Interventions designed to limit gestational weight gain: a systematic review of theory and meta-analysis of intervention components — ASN Events

Interventions designed to limit gestational weight gain: a systematic review of theory and meta-analysis of intervention components (#67)

Briony Hill 1 , Helen Skouteris 1 , Matthew Fuller-Tyszkiewicz 1
  1. Deakin University, Burwood, Vic, Australia

Limiting gestational weight gain (GWG) to recommended levels is important to optimize health outcomes for both mother and baby, including the prevention of maternal obesity and the development of childhood overweight and obesity. Currently, interventions designed to promote healthy GWG have reported limited effectiveness; addressing psychological factors and identifying useful behaviour change techniques (BCTs) may help improve the effectiveness of such interventions. We extend current research by: (i) using a generalized health psychology perspective to systematically evaluate the theories of behavior change informing GWG interventions, and (ii) meta-analyzing BCTs reported in the interventions to identify areas of greater potential for successful intervention. Interventions designed to limit GWG were searched for using health, nursing, and psychology databases. Papers reporting an underpinning theory were identified and the CALO-RE taxonomy developed by Michie et al. (2011) was used to determine individual BCTs. Nineteen studies were identified for inclusion. Of these 19 studies, 8 were informed by a behavior change theory and 6 of these reported favourable effects on GWG. Overall, studies based on theory were found to be as effective as non-theory-based studies at limiting GWG. An average of 5.5 (range 1-12) BCTs were reported per intervention.
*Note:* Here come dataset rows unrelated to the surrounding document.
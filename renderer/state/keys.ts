/** One table of keys: what is pressed, what it does, where it works. The overview is drawn from it. */
import { useEffect, useLayoutEffect, useRef } from "react";

export interface KeyAction {
  /** As in KeyboardEvent.key, lower case; "shift+" and "ctrl+" before it ("ctrl" is also the command key). */
  key: string;
  /** For the overview: what it does. */
  does: string;
  act(): void;
}

interface Layer {
  where: string;
  actions: KeyAction[];
}

const layers: { current: Layer }[] = [];

/** What works on the page now, the innermost part first. */
export const activeLayers = (): Layer[] => layers.map((layer) => layer.current).toReversed();

function nameOf(event: KeyboardEvent): string {
  const key = event.key.toLowerCase();
  const ctrl = event.ctrlKey || event.metaKey ? "ctrl+" : "";
  // The shift that a "+" or "?" needs on many keyboards is no part of its name.
  const shift = event.shiftKey && (key.length > 1 || /[a-z]/.test(key)) ? "shift+" : "";
  return ctrl + shift + key;
}

function writes(target: EventTarget | null): boolean {
  if (!(target instanceof HTMLElement)) return false;
  return target.isContentEditable || /^(input|textarea|select)$/i.test(target.tagName);
}

function take(event: KeyboardEvent): void {
  if (event.defaultPrevented || event.altKey) return;
  const name = nameOf(event);
  if (event.target instanceof Element && event.target.closest("dialog[open]")) return;
  if (writes(event.target)) {
    // Escape leaves a field, and does nothing else.
    if (name === "escape") (event.target as HTMLElement).blur();
    return;
  }
  const pressesControl = event.target instanceof Element && event.target.closest("button, a, summary");
  if (pressesControl && (name === "enter" || name === " ")) return;
  for (const layer of layers.toReversed()) {
    const action = layer.current.actions.find((candidate) => candidate.key === name);
    if (!action) continue;
    event.preventDefault();
    action.act();
    return;
  }
}

/** Keys of one part of the page while it is shown; a later part wins over an earlier one. */
export function useKeys(where: string, actions: KeyAction[]): void {
  const layer = useRef<Layer>({ where, actions });
  useLayoutEffect(() => {
    layer.current = { where, actions };
  });
  useEffect(() => {
    if (layers.length === 0) window.addEventListener("keydown", take);
    layers.push(layer);
    return () => {
      layers.splice(layers.indexOf(layer), 1);
      if (layers.length === 0) window.removeEventListener("keydown", take);
    };
  }, []);
}

const spelled: Record<string, string> = {
  arrowleft: "←",
  arrowright: "→",
  arrowup: "↑",
  arrowdown: "↓",
  escape: "Esc",
  enter: "Enter",
  "ctrl+": "Ctrl ",
  "shift+": "Shift ",
};

/** "shift+arrowleft" → "Shift ←". */
export function keyText(key: string): string {
  const [, modifiers, bare] = /^((?:ctrl\+|shift\+)*)(.+)$/.exec(key)!;
  const before = modifiers.replace(/(ctrl\+|shift\+)/g, (part) => spelled[part]);
  return before + (spelled[bare] ?? bare.toUpperCase());
}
In general, more techniques were reported in effective interventions. There was also a trend for interventions with a larger number of techniques to report greater differences in GWG between the intervention and control groups (r(n=20) =.30, p=.10). There were 18 techniques that were not utilized in any intervention. Meta-analysis revealed the following BCTs to be key strategies for promoting healthy GWG in the reviewed studies: provision of information, motivational interviewing, behavioral self-monitoring, and providing rewards contingent on successful behavior. Future research should focus on determining the exact combination of BCTs and which underpinning theories are most useful for limiting GWG to healthy levels.